I wish I can say that I regret ever thinking like that or that I have some new lease on life that has allowed me to not sweat the small stuff and see the beauty in everything. Unfortunately that is just not the case.

Don’t get me wrong, I’ve come leaps and bounds from where I was a year ago and I’ve learned a lot about what I want for myself in this life and worked to try to attain it. But, that euphoria that some people talk about after they get that close is not something I experienced and I have not become unfamiliar with the darkness either. 

Over the past year my mental illness evolved into something I didn’t think it ever would. I reached some very low lows in friendships that I trusted. I got hurt...really hurt. But, none of that reached the low I reached a year ago. I’m stronger but, I’m not happier and that’s the bitter truth. 

These are the building years...or rather the rebuilding years. I’m changing my priorities in life. Rearranging people and breaking habits. Trying not to strictly rely on precedent and instead rely what feels right now. I won’t deny all the ridiculous things my mental illness has made me get upset with over the years but, I will not live by the rules my disorder gave the world.  

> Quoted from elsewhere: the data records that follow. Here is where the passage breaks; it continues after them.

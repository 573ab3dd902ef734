import { Refusal } from '../../shared/refusal';

const RETRY_SECONDS = 5;

export const tooBusy = () =>
  new Refusal(
    'busy',
    'Many pictures are arriving at once. Send this one again in a few seconds.',
    {},
    { retryAfter: RETRY_SECONDS },
  );

export const tooLarge = (maxBytes: number) =>
  new Refusal('too-large', `That is over ${Math.floor(maxBytes / 1_000_000)} MB. Send a smaller copy of the picture.`);

export const tooManyPixels = (megapixels: number) =>
  new Refusal('too-large', `That picture has over ${megapixels} million pixels. Send a smaller copy.`);

export const tooHeavy = () =>
  new Refusal(
    'too-large',
    'Reading that picture would take too much memory. Send a smaller copy, or save it as a plain JPEG.',
  );

export const tooLong = (edge: number) =>
  new Refusal('too-large', `That picture is over ${edge} pixels long. Send a smaller copy.`);

export const notAPicture = () =>
  new Refusal('unsupported', 'That file is not a picture that can be read here. Send a JPEG, PNG, WebP or AVIF.');

export const phoneFormat = () =>
  new Refusal(
    'unsupported',
    'HEIC pictures cannot be read here. On an iPhone choose Settings, Camera, Formats, Most Compatible for new photos, ' +
      'and share this one as JPEG.',
  );

export const damaged = () =>
  new Refusal('invalid', 'That picture is damaged or cut off. Send it again, or take it again.', {
    picture: 'The picture is damaged or cut off',
  });

export const noPicture = () =>
  new Refusal('invalid', 'No picture arrived. Choose one and send it again.', { picture: 'Choose a picture' });

export const notWhole = () => new Refusal('malformed', 'The picture did not arrive whole. Send it again.');

export const oneAtATime = () => new Refusal('malformed', 'Send one picture at a time.');

export const oddForm = () => new Refusal('malformed', 'The form that came with the picture could not be read.');

export const anotherPicture = () =>
  new Refusal('conflict', 'Another picture is stored under this id. Both are kept: send this one under a new id.');

const diskFull = () =>
  new Refusal('full', 'The disk of this server is full, so the picture was not saved. Tell whoever runs the server.');

const NO_SPACE = new Set(['ENOSPC', 'EDQUOT']);
const NO_HANDLES = new Set(['EMFILE', 'ENFILE']);

export const codeOf = (error: unknown): string => (error instanceof Error && 'code' in error ? String(error.code) : '');

/** What a failed write means to the keeper; anything unforeseen passes through as itself. */
export function diskRefusal(error: unknown): unknown {
  if (NO_SPACE.has(codeOf(error))) return diskFull();
  return NO_HANDLES.has(codeOf(error)) ? tooBusy() : error;
}

/** Throws unless a fishroom whose pictures take `used` bytes may take `added` more. */
export function mustFitQuota({ used, added, quota }: { used: number; added: number; quota: number }): void {
  if (used + added > quota)
    throw new Refusal(
      'full',
      `The pictures of this fishroom fill its ${Math.floor(quota / 1_000_000)} MB. Delete some, or ask whoever runs the server for more.`,
    );
}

In reality no one knows what it’s like in my head. The fight to stay alive. The fight to not cut everyone off because they will eventually hurt me. The fight to not quit everything in my life because I will eventually fail. I cannot hold myself back any longer if I want to make this life one worth living. 

My heart aches thinking about a year ago. My heart aches thinking about what I would have missed. I would have missed a lot of good but, also a hell of a lot of pain. 

I cannot believe I survived this past year. Truly. I can’t wait until all these building blocks I’m putting together start showing some real life benefits. I’m doing all the hard work now for later. I can’t wait until later but, I’m trying to also enjoy now.

I have a cat now. Never thought I would say that. I love him for real. A fucking cat. 

I’m engaged in politics and taking steps to get more involved. My brain continues to tell me I can’t do it whether it be I’m not smart enough or I’m going to overwhelm myself. 

I’m being more intentional in my friendships, spending time with the friends who have earned my trust not just the ones who are there. 

I try not to hold myself to an unreasonable standard and give myself credit where credit is due. 

I almost gave up a year ago. And I’d be lying if I said I hadn’t thought about it since. But, I’m not giving up today. I’m choosing to stay. I even got a tattoo on my ankle that says “stay” to prove my dedication. I’m going to fight for this. Even when it feels like I’m drowning and life is impossible. I need to be patient and put in the work.

Sorry if this is scatterbrained. It hurts to think about this pain. It hurts to remind myself that there will always be pain. It hurts to remind myself that I could’ve been out of pain. But, what doesn’t hurt is looking at the life I’m building. Looking at my sisters pregnant ass belly and as uncomfortable as it makes me (I have a pregnancy phobia) thinking about how I want to be a part of that life. Looking at my stupid cat and thinking about the stupid promise I made him to take a LONG life journey.  Looking at my friends like Olive, Cleo, Amelia, June, Leanne and their boyfriends and thinking that I cannot miss where these wonderful lives they are building will go. And I cannot miss meeting the people that eventually take my other incredible friends off the market…who else will grill them like me? I can’t miss any of that and I cannot leave the wake of destruction that will bulldoze through my parents life. So, I fight for them. And damn through all of the bullshit and the people that do hurt me, they are worth the fight. 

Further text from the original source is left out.